Saved entries
* * * *
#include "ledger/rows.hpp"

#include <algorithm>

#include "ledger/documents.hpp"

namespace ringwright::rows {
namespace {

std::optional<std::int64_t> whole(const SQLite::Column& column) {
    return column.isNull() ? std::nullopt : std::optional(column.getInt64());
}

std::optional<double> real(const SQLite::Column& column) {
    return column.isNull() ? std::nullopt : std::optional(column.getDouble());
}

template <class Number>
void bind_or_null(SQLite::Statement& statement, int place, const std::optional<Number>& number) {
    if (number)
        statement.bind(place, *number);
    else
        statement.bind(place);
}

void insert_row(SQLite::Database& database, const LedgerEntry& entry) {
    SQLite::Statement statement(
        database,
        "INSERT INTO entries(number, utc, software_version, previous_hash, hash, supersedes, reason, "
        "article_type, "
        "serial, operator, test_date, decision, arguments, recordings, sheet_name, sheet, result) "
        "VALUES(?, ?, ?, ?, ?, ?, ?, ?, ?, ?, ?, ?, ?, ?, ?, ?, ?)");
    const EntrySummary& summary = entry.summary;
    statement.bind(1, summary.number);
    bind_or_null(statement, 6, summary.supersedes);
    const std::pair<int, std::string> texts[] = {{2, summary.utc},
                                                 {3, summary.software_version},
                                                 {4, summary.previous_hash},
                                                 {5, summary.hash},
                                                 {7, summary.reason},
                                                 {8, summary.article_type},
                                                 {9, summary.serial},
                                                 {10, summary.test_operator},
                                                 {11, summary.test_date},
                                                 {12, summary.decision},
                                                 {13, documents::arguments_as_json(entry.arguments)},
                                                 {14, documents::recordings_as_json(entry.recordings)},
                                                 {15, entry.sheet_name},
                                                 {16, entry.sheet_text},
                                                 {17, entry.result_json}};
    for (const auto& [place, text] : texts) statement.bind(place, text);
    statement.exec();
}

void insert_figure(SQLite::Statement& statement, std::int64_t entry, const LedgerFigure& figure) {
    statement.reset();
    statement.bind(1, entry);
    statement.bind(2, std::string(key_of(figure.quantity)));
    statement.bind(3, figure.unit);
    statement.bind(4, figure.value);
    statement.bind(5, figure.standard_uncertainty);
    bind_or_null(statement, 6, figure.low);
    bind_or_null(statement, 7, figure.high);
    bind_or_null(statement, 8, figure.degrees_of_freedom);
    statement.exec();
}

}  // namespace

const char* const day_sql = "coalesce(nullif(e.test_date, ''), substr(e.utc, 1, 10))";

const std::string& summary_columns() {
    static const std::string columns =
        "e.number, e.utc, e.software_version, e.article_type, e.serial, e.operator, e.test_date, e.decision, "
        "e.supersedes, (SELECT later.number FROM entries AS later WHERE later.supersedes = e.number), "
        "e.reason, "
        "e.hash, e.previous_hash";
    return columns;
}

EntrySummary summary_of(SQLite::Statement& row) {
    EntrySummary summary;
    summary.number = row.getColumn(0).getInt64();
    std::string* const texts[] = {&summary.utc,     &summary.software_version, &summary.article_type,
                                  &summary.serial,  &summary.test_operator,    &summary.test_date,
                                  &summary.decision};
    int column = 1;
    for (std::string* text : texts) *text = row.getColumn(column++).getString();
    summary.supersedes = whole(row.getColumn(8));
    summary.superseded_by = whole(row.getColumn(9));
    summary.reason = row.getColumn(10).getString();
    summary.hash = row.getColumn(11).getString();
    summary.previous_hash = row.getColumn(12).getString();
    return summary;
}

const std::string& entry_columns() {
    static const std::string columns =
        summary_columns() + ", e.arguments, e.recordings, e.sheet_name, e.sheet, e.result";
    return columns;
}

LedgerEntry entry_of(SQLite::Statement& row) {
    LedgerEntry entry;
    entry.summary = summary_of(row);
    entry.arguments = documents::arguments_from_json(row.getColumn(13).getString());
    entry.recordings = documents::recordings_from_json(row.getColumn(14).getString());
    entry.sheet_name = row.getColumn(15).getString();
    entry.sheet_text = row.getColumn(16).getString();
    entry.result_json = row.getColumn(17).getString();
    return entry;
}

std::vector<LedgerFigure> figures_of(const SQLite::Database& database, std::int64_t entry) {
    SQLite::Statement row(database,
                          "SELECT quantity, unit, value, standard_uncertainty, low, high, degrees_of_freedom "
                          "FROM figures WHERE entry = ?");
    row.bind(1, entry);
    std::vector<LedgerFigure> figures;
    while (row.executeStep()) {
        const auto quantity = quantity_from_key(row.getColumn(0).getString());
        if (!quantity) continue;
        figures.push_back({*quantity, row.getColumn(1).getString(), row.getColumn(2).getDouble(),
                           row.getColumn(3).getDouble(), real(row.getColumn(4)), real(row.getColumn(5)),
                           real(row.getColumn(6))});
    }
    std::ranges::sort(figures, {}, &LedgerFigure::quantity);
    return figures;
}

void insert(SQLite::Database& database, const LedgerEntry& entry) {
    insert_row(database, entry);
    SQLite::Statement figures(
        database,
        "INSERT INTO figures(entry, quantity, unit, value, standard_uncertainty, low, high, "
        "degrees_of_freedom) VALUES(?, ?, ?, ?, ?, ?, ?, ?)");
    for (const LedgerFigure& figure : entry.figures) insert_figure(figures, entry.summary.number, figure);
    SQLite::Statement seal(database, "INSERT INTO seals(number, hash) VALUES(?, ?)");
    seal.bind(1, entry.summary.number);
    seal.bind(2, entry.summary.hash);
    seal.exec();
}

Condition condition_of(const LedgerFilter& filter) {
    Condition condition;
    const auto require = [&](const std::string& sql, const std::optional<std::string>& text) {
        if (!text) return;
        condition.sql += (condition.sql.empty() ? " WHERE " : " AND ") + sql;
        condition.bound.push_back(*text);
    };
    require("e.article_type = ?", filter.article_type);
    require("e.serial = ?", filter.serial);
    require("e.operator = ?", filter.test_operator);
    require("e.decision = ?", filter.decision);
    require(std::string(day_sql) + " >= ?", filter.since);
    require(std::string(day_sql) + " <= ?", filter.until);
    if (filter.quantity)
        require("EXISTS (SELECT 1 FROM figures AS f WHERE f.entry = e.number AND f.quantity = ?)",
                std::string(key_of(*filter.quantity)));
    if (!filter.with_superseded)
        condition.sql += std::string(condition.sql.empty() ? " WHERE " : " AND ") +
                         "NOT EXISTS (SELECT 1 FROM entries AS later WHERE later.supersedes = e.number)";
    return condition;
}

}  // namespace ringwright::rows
* * * *
**DESCRIPTION OF THE TASK**. The records above are to be returned exactly as they appear.

**EXERCISE ANSWER**.
#include "ledger/rows.hpp"

#include <algorithm>

#include "ledger/documents.hpp"

namespace ringwright::rows {
namespace {

std::optional<std::int64_t> whole(const SQLite::Column& column) {
    return column.isNull() ? std::nullopt : std::optional(column.getInt64());
}

std::optional<double> real(const SQLite::Column& column) {
    return column.isNull() ? std::nullopt : std::optional(column.getDouble());
}

template <class Number>
void bind_or_null(SQLite::Statement& statement, int place, const std::optional<Number>& number) {
    if (number)
        statement.bind(place, *number);
    else
        statement.bind(place);
}

void insert_row(SQLite::Database& database, const LedgerEntry& entry) {
    SQLite::Statement statement(
        database,
        "INSERT INTO entries(number, utc, software_version, previous_hash, hash, supersedes, reason, "
        "article_type, "
        "serial, operator, test_date, decision, arguments, recordings, sheet_name, sheet, result) "
        "VALUES(?, ?, ?, ?, ?, ?, ?, ?, ?, ?, ?, ?, ?, ?, ?, ?, ?)");
    const EntrySummary& summary = entry.summary;
    statement.bind(1, summary.number);
    bind_or_null(statement, 6, summary.supersedes);
    const std::pair<int, std::string> texts[] = {{2, summary.utc},
                                                 {3, summary.software_version},
                                                 {4, summary.previous_hash},
                                                 {5, summary.hash},
                                                 {7, summary.reason},
                                                 {8, summary.article_type},
                                                 {9, summary.serial},
                                                 {10, summary.test_operator},
                                                 {11, summary.test_date},
                                                 {12, summary.decision},
                                                 {13, documents::arguments_as_json(entry.arguments)},
                                                 {14, documents::recordings_as_json(entry.recordings)},
                                                 {15, entry.sheet_name},
                                                 {16, entry.sheet_text},
                                                 {17, entry.result_json}};
    for (const auto& [place, text] : texts) statement.bind(place, text);
    statement.exec();
}

void insert_figure(SQLite::Statement& statement, std::int64_t entry, const LedgerFigure& figure) {
    statement.reset();
    statement.bind(1, entry);
    statement.bind(2, std::string(key_of(figure.quantity)));
    statement.bind(3, figure.unit);
    statement.bind(4, figure.value);
    statement.bind(5, figure.standard_uncertainty);
    bind_or_null(statement, 6, figure.low);
    bind_or_null(statement, 7, figure.high);
    bind_or_null(statement, 8, figure.degrees_of_freedom);
    statement.exec();
}

}  // namespace

const char* const day_sql = "coalesce(nullif(e.test_date, ''), substr(e.utc, 1, 10))";

const std::string& summary_columns() {
    static const std::string columns =
        "e.number, e.utc, e.software_version, e.article_type, e.serial, e.operator, e.test_date, e.decision, "
        "e.supersedes, (SELECT later.number FROM entries AS later WHERE later.supersedes = e.number), "
        "e.reason, "
        "e.hash, e.previous_hash";
    return columns;
}

EntrySummary summary_of(SQLite::Statement& row) {
    EntrySummary summary;
    summary.number = row.getColumn(0).getInt64();
    std::string* const texts[] = {&summary.utc,     &summary.software_version, &summary.article_type,
                                  &summary.serial,  &summary.test_operator,    &summary.test_date,
                                  &summary.decision};
    int column = 1;
    for (std::string* text : texts) *text = row.getColumn(column++).getString();
    summary.supersedes = whole(row.getColumn(8));
    summary.superseded_by = whole(row.getColumn(9));
    summary.reason = row.getColumn(10).getString();
    summary.hash = row.getColumn(11).getString();
    summary.previous_hash = row.getColumn(12).getString();
    return summary;
}

const std::string& entry_columns() {
    static const std::string columns =
        summary_columns() + ", e.arguments, e.recordings, e.sheet_name, e.sheet, e.result";
    return columns;
}

LedgerEntry entry_of(SQLite::Statement& row) {
    LedgerEntry entry;
    entry.summary = summary_of(row);
    entry.arguments = documents::arguments_from_json(row.getColumn(13).getString());
    entry.recordings = documents::recordings_from_json(row.getColumn(14).getString());
    entry.sheet_name = row.getColumn(15).getString();
    entry.sheet_text = row.getColumn(16).getString();
    entry.result_json = row.getColumn(17).getString();
    return entry;
}

std::vector<LedgerFigure> figures_of(const SQLite::Database& database, std::int64_t entry) {
    SQLite::Statement row(database,
                          "SELECT quantity, unit, value, standard_uncertainty, low, high, degrees_of_freedom "
                          "FROM figures WHERE entry = ?");
    row.bind(1, entry);
    std::vector<LedgerFigure> figures;
    while (row.executeStep()) {
        const auto quantity = quantity_from_key(row.getColumn(0).getString());
        if (!quantity) continue;
        figures.push_back({*quantity, row.getColumn(1).getString(), row.getColumn(2).getDouble(),
                           row.getColumn(3).getDouble(), real(row.getColumn(4)), real(row.getColumn(5)),
                           real(row.getColumn(6))});
    }
    std::ranges::sort(figures, {}, &LedgerFigure::quantity);
    return figures;
}

void insert(SQLite::Database& database, const LedgerEntry& entry) {
    insert_row(database, entry);
    SQLite::Statement figures(
        database,
        "INSERT INTO figures(entry, quantity, unit, value, standard_uncertainty, low, high, "
        "degrees_of_freedom) VALUES(?, ?, ?, ?, ?, ?, ?, ?)");
    for (const LedgerFigure& figure : entry.figures) insert_figure(figures, entry.summary.number, figure);
    SQLite::Statement seal(database, "INSERT INTO seals(number, hash) VALUES(?, ?)");
    seal.bind(1, entry.summary.number);
    seal.bind(2, entry.summary.hash);
    seal.exec();
}

Condition condition_of(const LedgerFilter& filter) {
    Condition condition;
    const auto require = [&](const std::string& sql, const std::optional<std::string>& text) {
        if (!text) return;
        condition.sql += (condition.sql.empty() ? " WHERE " : " AND ") + sql;
        condition.bound.push_back(*text);
    };
    require("e.article_type = ?", filter.article_type);
    require("e.serial = ?", filter.serial);
    require("e.operator = ?", filter.test_operator);
    require("e.decision = ?", filter.decision);
    require(std::string(day_sql) + " >= ?", filter.since);
    require(std::string(day_sql) + " <= ?", filter.until);
    if (filter.quantity)
        require("EXISTS (SELECT 1 FROM figures AS f WHERE f.entry = e.number AND f.quantity = ?)",
                std::string(key_of(*filter.quantity)));
    if (!filter.with_superseded)
        condition.sql += std::string(condition.sql.empty() ? " WHERE " : " AND ") +
                         "NOT EXISTS (SELECT 1 FROM entries AS later WHERE later.supersedes = e.number)";
    return condition;
}

}  // namespace ringwright::rows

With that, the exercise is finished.